To identify the root cause, we need to understand how a full database backup works. A full database backup consists of two phases:

  1. First phase: At the start of the backup, the current LSN (Log Sequence Number) is recorded, and a snapshot-style backup is created.

  2. Second phase: After the snapshot, the latest LSN is recorded, and the transaction logs between the two LSNs are written into the backup.

Since the database was large, the backup process exceeded 12 hours, remaining in the first phase and unable to transition to the second phase. During this period, the log file couldn't be truncated, and the transactions within the 12-hour window exceeded 600GB, causing the LDF log file to reach its limit.
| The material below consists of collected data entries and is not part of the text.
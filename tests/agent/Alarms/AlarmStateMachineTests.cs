using LoopWatch.Agent.Alarms;
using static LoopWatch.Agent.Alarms.AlarmState;
using static LoopWatch.Agent.Alarms.AlarmTrigger;

namespace LoopWatch.Agent.Tests.Alarms;

public sealed class AlarmStateMachineTests
{
    // The ISA-18.2 / IEC 62682 alarm state diagram (from memory): A normal, B unacknowledged, C acknowledged,
    // D returned-to-normal unacknowledged, E shelved, F suppressed by design, G out of service.
    public static TheoryData<AlarmState, AlarmTrigger, AlarmState> Allowed => new()
    {
        { Normal, Activate, Unacknowledged },                 // A -> B: process condition becomes abnormal
        { Unacknowledged, Acknowledge, Acknowledged },        // B -> C: operator acknowledges while active
        { Unacknowledged, Clear, ReturnedUnacknowledged },    // B -> D: returns before acknowledgement
        { Acknowledged, Clear, Normal },                      // C -> A: returns after acknowledgement
        { ReturnedUnacknowledged, Acknowledge, Normal },      // D -> A: acknowledged after return
        { ReturnedUnacknowledged, Activate, Unacknowledged }, // D -> B: re-alarm before acknowledgement
        { Normal, Shelve, Shelved }, { Unacknowledged, Shelve, Shelved }, { Acknowledged, Shelve, Shelved },
        { ReturnedUnacknowledged, Shelve, Shelved }, { Shelved, Unshelve, Normal },
        { Normal, Suppress, SuppressedByDesign }, { Unacknowledged, Suppress, SuppressedByDesign },
        { Acknowledged, Suppress, SuppressedByDesign }, { ReturnedUnacknowledged, Suppress, SuppressedByDesign },
        { SuppressedByDesign, Unsuppress, Normal },
        { Normal, RemoveFromService, OutOfService }, { Unacknowledged, RemoveFromService, OutOfService },
        { Acknowledged, RemoveFromService, OutOfService }, { ReturnedUnacknowledged, RemoveFromService, OutOfService },
        { Shelved, RemoveFromService, OutOfService }, { SuppressedByDesign, RemoveFromService, OutOfService },
        { OutOfService, ReturnToService, Normal },
    };

    [Theory]
    [MemberData(nameof(Allowed))]
    public void Every_transition_of_the_state_diagram_is_allowed(AlarmState from, AlarmTrigger trigger, AlarmState to)
    {
        Assert.True(AlarmStateMachine.TryNext(from, trigger, out var next));
        Assert.Equal(to, next);
    }

    [Fact]
    public void Every_pair_outside_the_diagram_is_refused()
    {
        var allowed = Allowed.Select(r => ((AlarmState)r[0], (AlarmTrigger)r[1])).ToHashSet();
        var refused = 0;
        foreach (var s in Enum.GetValues<AlarmState>())
            foreach (var t in Enum.GetValues<AlarmTrigger>())
            {
                if (allowed.Contains((s, t))) continue;
                Assert.False(AlarmStateMachine.TryNext(s, t, out var next), $"{s} + {t}");
                Assert.Equal(s, next);
                refused++;
            }
        // 7 states x 9 triggers = 63 pairs, 23 in the diagram (ISA-18.2 model as listed above).
        Assert.Equal(63 - 23, refused);
        Assert.Equal(23, AlarmStateMachine.Table.Count);
    }

    [Fact]
    public void Acknowledging_a_normal_alarm_is_refused_with_a_reason_not_an_exception()
    {
        var sink = new AlarmRig.ListSink();
        var engine = new AlarmEngine([AlarmRig.Spec()], [sink]);
        // ISA-18.2: only an unacknowledged alarm can be acknowledged; a normal one has nothing to acknowledge.
        var r = engine.Act("FIC-950:oscillation", Acknowledge, AlarmRig.At(0), "op.one", null);
        Assert.False(r.Accepted);
        Assert.Contains("not allowed in state normal", r.Refusal);
        Assert.Empty(sink.All);
        Assert.False(engine.Act("FIC-950:nonsense", Acknowledge, AlarmRig.At(0), "op.one", null).Accepted);
    }
}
Backup of a 48TB SQL Server Database Causes Log File Truncation Failure


Optimization Recommendations

The final solution was to enable SQL Server 2019’s Accelerated Database Recovery (ADR) feature, which significantly reduced log file growth during the full backup process, resolving the issue.

Steps to Enable ADR

Ensure that you are using SQL Server 2019 or SQL Server 2022, as ADR was introduced starting from SQL Server 2019.

-- Enable ADR for the database
ALTER DATABASE [YourDatabaseName]
SET ACCELERATED_DATABASE_RECOVERY = ON;
GO

-- Check ADR status
SELECT name, is_accelerated_database_recovery_on
FROM sys.databases
WHERE name = 'YourDatabaseName';

-- Disable ADR
ALTER DATABASE [YourDatabaseName]
SET ACCELERATED_DATABASE_RECOVERY = OFF;
GO

Here are several optimization suggestions:

  1. Multi-file backup: Instead of a single file backup, use multiple backup files to improve backup efficiency and reduce backup time. (Previously, we discussed the split backup feature of SQL Server.)

  2. Upgrade SQL Server version: Upgrade to SQL Server 2019 or SQL Server 2022 and enable ADR (Accelerated Database Recovery) to ensure timely log truncation through SLOG.

  3. Business partitioning: Although less feasible, splitting business operations could reduce the transaction volume in a single database.


Conclusion

In SQL Server 2019, a 48TB database encountered issues with log file truncation due to a prolonged backup process, which caused the log file to reach its limit and prevent transaction writes. This article outlines multiple solutions, including split backups and enabling the ADR feature, with the final solution being the successful resolution of the issue by enabling ADR. It is crucial to always use the latest database versions, such as SQL Server 2019 or SQL Server 2022, to leverage the newest features and avoid many potential issues.